(EXERCISE REQUIREMENTS): Lines that contain "size" are to be copied from the material, every one of them.

───

type Handler = (request: Request, context: { params: Promise<Record<string, string>> }) => Promise<Response>;

async function upload(id: number, content: BlobPart) {
  const form = new FormData();
  form.set("file", new File([content], "logger.csv", { type: "text/csv" }));
  const request = new Request(`http://localhost:3999/api/v1/sensors/${id}/csv-uploads`, { method: "POST", headers: { cookie }, body: form });
  const response = await (uploadRoute.POST as Handler)(request, { params: Promise.resolve({ id: String(id) }) });
  return { status: response.status, body: await response.json() };
}

const mapping = { delimiter: ",", decimalSeparator: ".", headerLine: 1, timestampColumn: "Time", temperatureColumn: "Temp", unit: "C", dateOrder: "ymd", timeZone: "UTC" };

function step(handler: Handler, id: number, token: string) {
  const kind = handler === previewRoute.POST ? "preview" : "import";
  return call(handler, { method: "POST", path: `/api/v1/sensors/${id}/csv-uploads/${token}/${kind}`, body: mapping, cookie, params: { id: String(id), token } });
}

describe("logger-file uploads apply the same rules", () => {
  it("lists every implausible row by line and column in the preview, and the import stores nothing", async () => {
    const sixAhead = new Date(Date.now() + 6 * 60_000).toISOString().slice(0, 16).replace("T", " ");
    const text = [
      "Time,Temp",
      "2026-11-30 14:00,4.6",
      "9999-12-31 23:59,4.6",
      "1970-01-01 00:00,4.6",
      "0001-01-01 00:00,4.6",
      "2026-02-30 10:00,4.6",
      `${sixAhead},4.6`,
      "2026-11-30 14:05,-273",
      "2026-11-30 14:10,250",
      "2026-11-30 14:15,NaN",
      "2026-11-30 14:20,4.7",
    ].join("\n");
    const uploaded = await upload(sensorId, text);
    expect(uploaded.status).toBe(201);
    const { token } = uploaded.body.data;
    const preview = await step(previewRoute.POST, sensorId, token);
    expect(preview.status).toBe(200);
    expect(preview.body.data).toMatchObject({ rowCount: 10, readingCount: 2, issueCount: 8, issueLineCount: 8 });
    const issues = preview.body.data.issues as { line: number; column: string; value: string; message: string }[];
    expect(issues.map((i) => `${i.line}:${i.column}`)).toEqual(["3:Time", "4:Time", "5:Time", "6:Time", "7:Time", "8:Temp", "9:Temp", "10:Temp"]);
    expect(issues[0].message).toMatch(/^“9999-12-31 23:59” is 9999-12-31T23:59:00Z, more than 5 minutes after the server's time/);
    expect(issues[1].message).toBe("“1970-01-01 00:00” is 1970-01-01T00:00:00Z, before 2000-01-01T00:00:00Z, the earliest reading Headroom stores: is the logger's clock set?");
    expect(issues[2].message).toBe("“0001-01-01 00:00” is 0001-01-01T00:00:00Z, before 2000-01-01T00:00:00Z, the earliest reading Headroom stores: is the logger's clock set?");
    expect(issues[3].message).toBe("“2026-02-30 10:00” is not a date: 2026-02 has no day 30.");
    expect(issues[4].message).toMatch(/more than 5 minutes after the server's time/);
    expect(issues[5].message).toBe("-273 °C is outside −200 to 200 °C: an error value of the logger, or the wrong unit?");
    expect(issues[6].message).toBe("250 °C is outside −200 to 200 °C: an error value of the logger, or the wrong unit?");
    expect(issues[7].message).toBe("“NaN” is not a number.");
    const before = stored().length;
    const imported = await step(importRoute.POST, sensorId, token);
    expect(imported.status).toBe(400);
    expect(imported.body.error).toMatchObject({ code: "import_rejected", issueCount: 8 });
    expect(stored()).toHaveLength(before);
  });

  it("lists a row whose instant holds a different stored temperature as a conflict, and the import keeps the stored one", async () => {
    // Stored by the API above: 12:00Z 4.4 °C and 12:05Z 4.5 °C.
    const text = "Time,Temp\n2026-11-30 12:00,4.4\n2026-11-30 12:05,6.5\n2026-11-30 12:10,4.6\n";
    const { token } = (await upload(sensorId, text)).body.data;
    const preview = await step(previewRoute.POST, sensorId, token);
    expect(preview.status).toBe(200);
    expect(preview.body.data).toMatchObject({ readingCount: 3, issueCount: 0, alreadyStored: 2, conflicts: 1 });
    expect(preview.body.data.conflictRows).toEqual([{ line: 3, atMs: Date.parse("2026-11-30T12:05:00Z"), tempC: 6.5, storedTempC: 4.5 }]);
    const imported = await step(importRoute.POST, sensorId, token);
    expect(imported.status).toBe(200);
    expect(imported.body.data).toMatchObject({ accepted: 1, duplicates: 2, alreadyStored: 2, conflicts: 1 });
    const at1205 = getDb().select().from(readings).where(and(eq(readings.sensorId, sensorId), eq(readings.at, new Date("2026-11-30T12:05:00Z")))).get()!;
    expect(at1205.tempC).toBe(4.5);
  });
});

describe("logger-file rows are bounded while the file is read", () => {
  it("refuses a 100 MB file of one line at the upload, quickly, naming line 1", async () => {
    const size = LOGGER_CSV_LIMITS.maxUploadBytes - 64 * 1024;
    const oneLine = new Uint8Array(size).fill(0x31); // "1" × 100 MB, no line break
    const uploadsBefore = fs.readdirSync(path.join(process.env.UPLOAD_DIR!, "csv-uploads")).sort();
    const startedAt = performance.now();
    const response = await upload(sensorId, oneLine);
    const seconds = (performance.now() - startedAt) / 1000;
    expect(response.status).toBe(400);
    expect(response.body.error.code).toBe("invalid_input");
    expect(response.body.error.message).toBe(
      "The file cannot be read. Line 1: the row runs on for more than 32,768 characters, the most one row of a logger file may have. A double quote that is never closed, or a file without line breaks, is the usual cause.",
    );
    expect(response.body.error.fields.file[0]).toMatch(/^Line 1: the row runs on for more than 32,768 characters/);
    // Streaming 100 MB to disk is the cost; the file is then refused from its first 64 KB.
    expect(seconds).toBeLessThan(15);
    console.log(`100 MB one-line upload refused in ${seconds.toFixed(2)} s`);
    expect(fs.readdirSync(path.join(process.env.UPLOAD_DIR!, "csv-uploads")).sort()).toEqual(uploadsBefore); // not kept
  }, 60_000);

  it("refuses a long row further down at the preview (400 naming its line), and a row with too many columns", async () => {
    const rows = ["Time,Temp"];
    for (let i = 0; i < 4000; i++) rows.push(`2026-11-29 ${String(Math.floor(i / 60) % 24).padStart(2, "0")}:${String(i % 60).padStart(2, "0")},5.0`);
    rows.push(`2026-11-30 01:00,"${"x".repeat(40_000)}"`);
    const { token } = (await upload(otherSensorId, rows.join("\n") + "\n")).body.data;
    const preview = await step(previewRoute.POST, otherSensorId, token);
    expect(preview.status).toBe(400);
    expect(preview.body.error.message).toMatch(/^The file cannot be read\. Line 4002: the row runs on for more than 32,768 characters/);

    const wide = `Time,Temp\n2026-11-30 02:00,5.0${",".repeat(1000)}\n`;
    const wideUpload = await upload(otherSensorId, wide);
    expect(wideUpload.status).toBe(400);
    expect(wideUpload.body.error.message).toBe("The file cannot be read. Line 2: the row has more than 1,000 columns, the most a logger file may have. Is the delimiter the right one?");
  });
});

───

(SOLVED EXERCISE):
    const size = LOGGER_CSV_LIMITS.maxUploadBytes - 64 * 1024;
    const oneLine = new Uint8Array(size).fill(0x31); // "1" × 100 MB, no line break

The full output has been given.